WHAT IS NEEDED:
Pull every line that includes the word "return" from the data.

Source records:

────────────────────

// How long does the scan against population counts take? Times scanStart
// (windows and data) and the 999 chance runs on the Node build (dist/node,
// one thread): the demo with demo-data/population-blocks.csv, and invented
// counts layers of 2 000 points (circles at the points) and 20 000 points
// (summed into grid cells) in a 20 km × 10 km rectangle with 5 000 cases
// placed in proportion to the counts (seeded LCG). One JSON line per case.
// Usage: node bench/scan-population-node.mjs
// Never run from the tests.
import { readFileSync } from 'node:fs';
import { createRequire } from 'node:module';

const require = createRequire(import.meta.url);
const { Session } = require('../dist/node/cloister.js');
const root = new URL('../', import.meta.url);
const file = (p) => new Uint8Array(readFileSync(new URL(p, root)));

function layers(nPop, nCases, seed) {
  let s = seed;
  const rnd = () => { s = (Math.imul(s, 1103515245) + 12345) >>> 0; return s / 2 ** 32; };
  const pop = [];
  for (let i = 0; i < nPop; i++) pop.push([rnd() * 20000, rnd() * 10000, 1 + Math.floor(rnd() * 200)]);
  const total = pop.reduce((a, p) => a + p[2], 0);
  const cum = [];
  let acc = 0;
  for (const p of pop) { acc += p[2]; cum.push(acc); }
  const cases = ['x,y'];
  for (let i = 0; i < nCases; i++) {
    const u = rnd() * total;
    let lo = 0, hi = cum.length - 1;
    while (lo < hi) { const m = (lo + hi) >> 1; if (cum[m] > u) hi = m; else lo = m + 1; }
    cases.push(`${(pop[lo][0] + (rnd() - 0.5) * 20).toFixed(1)},${(pop[lo][1] + (rnd() - 0.5) * 20).toFixed(1)}`);
  }
  const ctl = ['x,y,residents', ...pop.map((p) => `${p[0].toFixed(1)},${p[1].toFixed(1)},${p[2]}`)];
  const enc = (l) => new TextEncoder().encode(l.join('\n'));
  return [enc(cases), enc(ctl)];
}

function time(label, s) {
  let t = performance.now();
  const st = s.scanStart({ n_sim: 999, seed: 1 });
  const setup = (performance.now() - t) / 1000;
  t = performance.now();
  let done = 0;
  while (done < st.total) done = s.scanStep(50);
  const r = s.scanFinish();
  const run = (performance.now() - t) / 1000;
  console.log(JSON.stringify({ case: label, model: r.model, centres: r.centres, regions: r.n_regions, circles: r.n_windows,
    setup_s: +setup.toFixed(3), chance_runs_s: +run.toFixed(3), estimate_s: +(st.estimate_ms / 1000).toFixed(3), p: r.p_value }));
}

const demo = new Session();
demo.loadArea(file('demo-data/town-boundary.geojson'), {});
demo.loadEvents(file('demo-data/cases.csv'), {});
demo.loadControls(file('demo-data/population-blocks.csv'), {});
time('demo, 1 500 cases, 364 blocks', demo);
for (const nPop of [2000, 20000]) {
  const [cases, ctl] = layers(nPop, 5000, 777 + nPop);
  const s = new Session();
  const planar = { coords: { kind: 'planar', unit: 'metre' } };
  s.loadEvents(cases, planar);
  s.loadControls(ctl, planar);
  time(`5 000 cases, ${nPop} population points`, s);
}
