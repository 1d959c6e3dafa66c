// The Mantel test and the space–time K function in headless Chromium,
// through the page and its worker: the events written by
//   cargo run --release --example bench_mantel_stk -- export
// (target/bench-data/spacetime-5000.csv: 5,000 invented events uniform in a
// 10 km x 6 km rectangle, dates uniform over one year; x, y in metres) are
// read with the events file input, then Cloister.runJob is timed as the Run
// buttons use it: spread over helper workers and on one worker.
// Mantel: 999 permutations, reciprocal transforms. Space–time K: 20 x 20
// grid, 199 permutations, default largest distance and time.
// Usage: node bench/mantel-stk-browser.mjs. Prints one JSON line per run.
// Never run from the tests.
import { launch, openPage, act } from '../tests/e2e/helpers.mjs';

const file = 'target/bench-data/spacetime-5000.csv';
const browser = await launch();
try {
  const { page } = await openPage(browser);
  await act(page, () => page.setInputFiles('#events-file', file));
  for (const [what, start, params, minPiece] of [
    ['Mantel', 'mantelStart', { n_sim: 999, seed: 7 }, 8],
    ['space-time K, 20 x 20', 'spaceTimeKStart', { n_sim: 199, seed: 7, s_steps: 20, t_steps: 20 }, 4],
  ]) {
    for (const parallel of [true, false]) {
      const got = await page.evaluate(async ({ start, params, parallel, minPiece }) => {
        const p = start.replace('Start', '');
        const spec = { start, step: `${p}Step`, finish: `${p}Finish`, params };
        if (parallel) spec.parallel = { share: `${p}Share`, helperStart: `${p}HelperStart`, simulate: `${p}Simulate`, add: `${p}Add`, minPiece };
        let used = 1;
        const t0 = performance.now();
        const res = await window.Cloister.runJob(spec, (q) => { used = Math.max(used, q.workers || 1); }).promise;
        return { seconds: (performance.now() - t0) / 1000, workers: used, cores: navigator.hardwareConcurrency, n_events: res.n_events, n_sim: res.n_sim, p: res.p_value ?? res.global_p, pairs: res.pairs_within_s_max ?? res.pairs };
      }, { start, params, parallel, minPiece });
      console.log(JSON.stringify({ what: `${what} in the page`, spread: parallel, ...got }));
    }
  }
  await page.close();
} finally {
  await browser.close();
}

────────────────────

YOUR RESPONSE:
  const rnd = () => { s = (Math.imul(s, 1103515245) + 12345) >>> 0; return s / 2 ** 32; };
  return [enc(cases), enc(ctl)];
        return { seconds: (performance.now() - t0) / 1000, workers: used, cores: navigator.hardwareConcurrency, n_events: res.n_events, n_sim: res.n_sim, p: res.p_value ?? res.global_p, pairs: res.pairs_within_s_max ?? res.pairs };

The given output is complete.